Since the placement of nodes is entirely up the [] passed in as the parameter, it is possible that the binary tree will have nodes attached to a node with a null value. This may cause problems with searching for values in certain cases. For absolute certainty in the validity of the tree structure, use the BST object.
. . . . .
insert(value)
Replaces a null value in either the left or right property with a new node with passed value. Only one element may be passed at a time. left is evaluated for a null before right.
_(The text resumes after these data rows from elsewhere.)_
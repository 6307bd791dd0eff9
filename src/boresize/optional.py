"""Modules that serve one output only (a plot, a report, a workbook, a progress bar): a missing one is named with
the output that needs it and the command that installs it, never reported as an internal error.

:func:`needs` wraps the code of one output; :func:`missing_module` builds the message (the command line uses it as
its last guard too).
"""

from __future__ import annotations

from collections.abc import Iterator
from contextlib import contextmanager

from boresize.errors import BoresizeError

__all__ = ["OPTIONAL_MODULES", "MissingModuleError", "missing_module", "needs"]

#: import name -> the package pip installs it from
OPTIONAL_MODULES: dict[str, str] = {"matplotlib": "matplotlib", "openpyxl": "openpyxl", "jinja2": "jinja2",
                                    "rich": "rich"}


class MissingModuleError(BoresizeError, ImportError):
    """An optional module an output needs is not installed; ``module`` names it."""

    def __init__(self, message: str, module: str) -> None:
        super().__init__(message)
        self.module = module


def missing_module(exc: ImportError, output: str | None) -> MissingModuleError | None:
    """The clear error for ``exc`` when it is one of :data:`OPTIONAL_MODULES` missing, else None."""
    module = (exc.name or "").split(".")[0]
    if module not in OPTIONAL_MODULES:
        return None
    what = output or "this output"
    return MissingModuleError(f"{what} needs the Python module '{module}', which is not installed: "
                              f"pip install {OPTIONAL_MODULES[module]}", module)


@contextmanager
def needs(output: str) -> Iterator[None]:
    """Turn a missing optional module inside the block into a :class:`MissingModuleError` naming ``output``."""
    try:
        yield
    except ModuleNotFoundError as exc:
        error = missing_module(exc, output)
        if error is None:
            raise
        raise error from exc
Returns this for daisy chaining.
BinaryTree;
/*
{
root: {
val: 2,
left: null,
right: null
}
}
*/
BinaryTree.insert(2).insert(3);
/*
{
root: {
val: 2,
left: { val: 2, left: null, right: null },
right: { val: 3, left: null, right: null }
}
}
*/The value is inserted in level-order, meaning that the first node in the level with either a null left or right is replaced with a new TreeNode with the passed value.
. . . . .
remove(value)
Removes the first node with the passed value and returns this for daisy chaining. Will not return null if the given value cannot be found.
BinaryTree;
/*
{
root: {
val: 2,
left: null,
right: null
}
}
*/
BinaryTree.insert(2).insert(3).remove(3);
/*
{
root: {
val: 1,
left: { val: 2, left: null, right: null }
right: null
}
}
*/. . . . .
getNode(value)
Returns the first node with the passed value. Will return null if the node cannot be found.
BinaryTree;
/*
{
root: {
val: 1,
left: { val: 2, left: null, right: null }
right: null
}
}
*/
BinaryTree.getNode(2);
// { val: 2, left: null, right: null }. . . . .
findHeight(node)
Returns a number representing the height of the passed node. Throws an error if the passed node does not have TreeNode as its prototype object.
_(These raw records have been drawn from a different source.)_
"""Helpers for testing a plugin's criteria: a context or a verdict from a line at one NPS, in one call.

The fluid state, the candidate and its hydraulics are worked out the real way: the line is checked at the
given size through :func:`boresize.api.check`, with the shipped criteria sets (or the criteria file and the
sizer given), exactly as a sizing run would rate that size::

    from boresize.testing import run_criterion

    result = run_criterion(RackMinimumSize(), {"tag": "U-1", "fluid": "water", "flow": "0.5 t/h",
                                               "pressure": "4 barg", "temperature": "20 degC"}, "1-1/2",
                           options={"min_nps": 2})
    assert result.status == "fail"
"""

from __future__ import annotations

from collections.abc import Mapping
from dataclasses import replace
from pathlib import Path
from typing import TYPE_CHECKING, Any, Union

from boresize.api import check, make_line
from boresize.criteria.base import CriterionContext, parse_options
from boresize.errors import BoresizeError, InputError, PluginError
from boresize.model import Line, Verdict
from boresize.registry import check_criterion
from boresize.sizing.selection import verdict_fault
from boresize.sizing.service_phase import phase_group

if TYPE_CHECKING:
    from boresize.criteria.protocol import CriterionProtocol
    from boresize.sizing.engine import Sizer

__all__ = ["LineInput", "criterion_context", "run_criterion"]

#: A Line, or the keyword arguments of :func:`boresize.make_line` (text values such as ``"45 t/h"``).
LineInput = Union[Line, Mapping[str, Any]]


def criterion_context(line: LineInput, nps: str | float, *, criterion: CriterionProtocol | None = None,
                      options: Mapping[str, object] | None = None, schedule: str | int | None = None,
                      criteria: str | Path | None = None, plugins: bool = False,
                      sizer: Sizer | None = None) -> CriterionContext:
    """The context a criterion receives for ``line`` at ``nps`` (in ``schedule``, else the pipe class's).

    :param line: a Line, or make_line's keyword arguments (``{"tag": "P-1", "fluid": "water", ...}``)
    :param criterion: the criterion whose option specs read ``options`` (defaults filled in, SI floats)
    :param options: the criterion's options as a criteria file gives them (``{"max": "3 m/s"}``)
    :param criteria: a criteria TOML whose services and pipe classes the engine uses (the shipped sets when None)
    :param plugins: True to load installed plugins (their property backends, pipe classes, criteria)
    :param sizer: an engine to use instead of one built from ``criteria`` and ``plugins``
    :raises InputError: the line or the options cannot be read, or the line cannot be rated at ``nps``
    :raises BoresizeError: the engine could not rate the line (a property backend's fault, for example)
    """
    given = _line(line)
    result = check(given, nps, schedule=schedule, criteria=criteria, plugins=plugins, sizer=sizer)
    if result.selected is None or result.state is None or result.line is None:
        result.raise_for_error()
        raise BoresizeError(f"line {given.tag}: no rated candidate at NPS {nps}")  # pragma: no cover - defensive
    seen = replace(result.line, nps=given.nps, schedule=given.schedule)  # as a sizing run gives it
    service = result.service or ""
    return CriterionContext(seen, result.state, result.selected.candidate, result.selected.hydraulics,
                            _options(criterion, options, service), service)


def run_criterion(criterion: CriterionProtocol, line: LineInput, nps: str | float, *,
                  options: Mapping[str, object] | None = None, schedule: str | int | None = None,
                  criteria: str | Path | None = None, plugins: bool = False, sizer: Sizer | None = None) -> Verdict:
    """Evaluate ``criterion`` on ``line`` at ``nps`` and return its Verdict (see :func:`criterion_context`).

    The criterion is first checked as registration checks it, and its Verdict as the engine checks it; an
    exception raised by ``evaluate`` reaches the test as it is (the engine would turn it into an ``error``
    verdict).

    :raises PluginError: the criterion breaks the protocol, or returns something that is not a valid Verdict
    :raises InputError: the line's phase at its conditions is not one the criterion judges
    """
    check_criterion(criterion, type(criterion).__module__)
    context = criterion_context(line, nps, criterion=criterion, options=options, schedule=schedule,
                                criteria=criteria, plugins=plugins, sizer=sizer)
    phase = context.state.phase
    if phase not in criterion.phases and phase_group(phase) not in criterion.phases:
        raise InputError(f"criterion {criterion.id!r} judges {', '.join(sorted(criterion.phases))}; the engine "
                         f"does not call it for this {phase} line", field="phase", value=phase,
                         expected=f"a line whose fluid is {' or '.join(sorted(criterion.phases))} at its "
                                  "conditions", tag=context.line.tag)
    verdict = criterion.evaluate(context)
    if not isinstance(verdict, Verdict):
        raise PluginError(f"criterion {criterion.id!r} returned {type(verdict).__name__}, not a Verdict")
    fault = verdict_fault(verdict)
    if fault:
        raise PluginError(f"criterion {criterion.id!r} {fault}")
    return verdict


def _line(line: LineInput) -> Line:
    if isinstance(line, Line):
        return line
    if isinstance(line, Mapping):
        return make_line(**line)
    raise InputError(f"a {type(line).__name__} is not a line", field="line", value=repr(line)[:80],
                     expected="a Line, or make_line's keyword arguments as a dict")


def _options(criterion: CriterionProtocol | None, given: Mapping[str, object] | None,
             service: str) -> dict[str, float]:
    if criterion is None:
        if given:
            raise InputError("options given without the criterion whose option specs read them", field="options",
                             value=dict(given), expected="criterion= with the options, or no options")
        return {}
    return parse_options(criterion, given or {}, f"service.{service}.{criterion.id}")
let BinaryTree = new Plus.BinaryTree([10, 20,
30, undefined,
undefined, undefined,
40]);
let node = BinaryTree.getNode(30);
BinaryTree.findHeight(node); // 1. . . . .
findMaxDepth()
Returns a number representing the maximum depth of this.root.
let arr = [1, 2, 3, 4, 5, 6, 7, 8];
let BinaryTree = new Plus.BinaryTree(arr);
BinaryTree.findMaxDepth(); // 4. . . . .
getValuesTraversal(type = 'post')
Returns an [] representing the elements in a certain order traversal. The possible options are in: ['post', 'pre', 'in']. Will not include null values in the return value.
let BinaryTree = new Plus.BinaryTree(1);
BinaryTree.insert(2).insert(3);
BinaryTree.getValuesTraversal(); // [2, 3, 1]
BinaryTree.getValuesTraversal('pre'); // [1, 2, 3]
BinaryTree.getValuesTraversal('in'); // [2, 1, 3]. . . . .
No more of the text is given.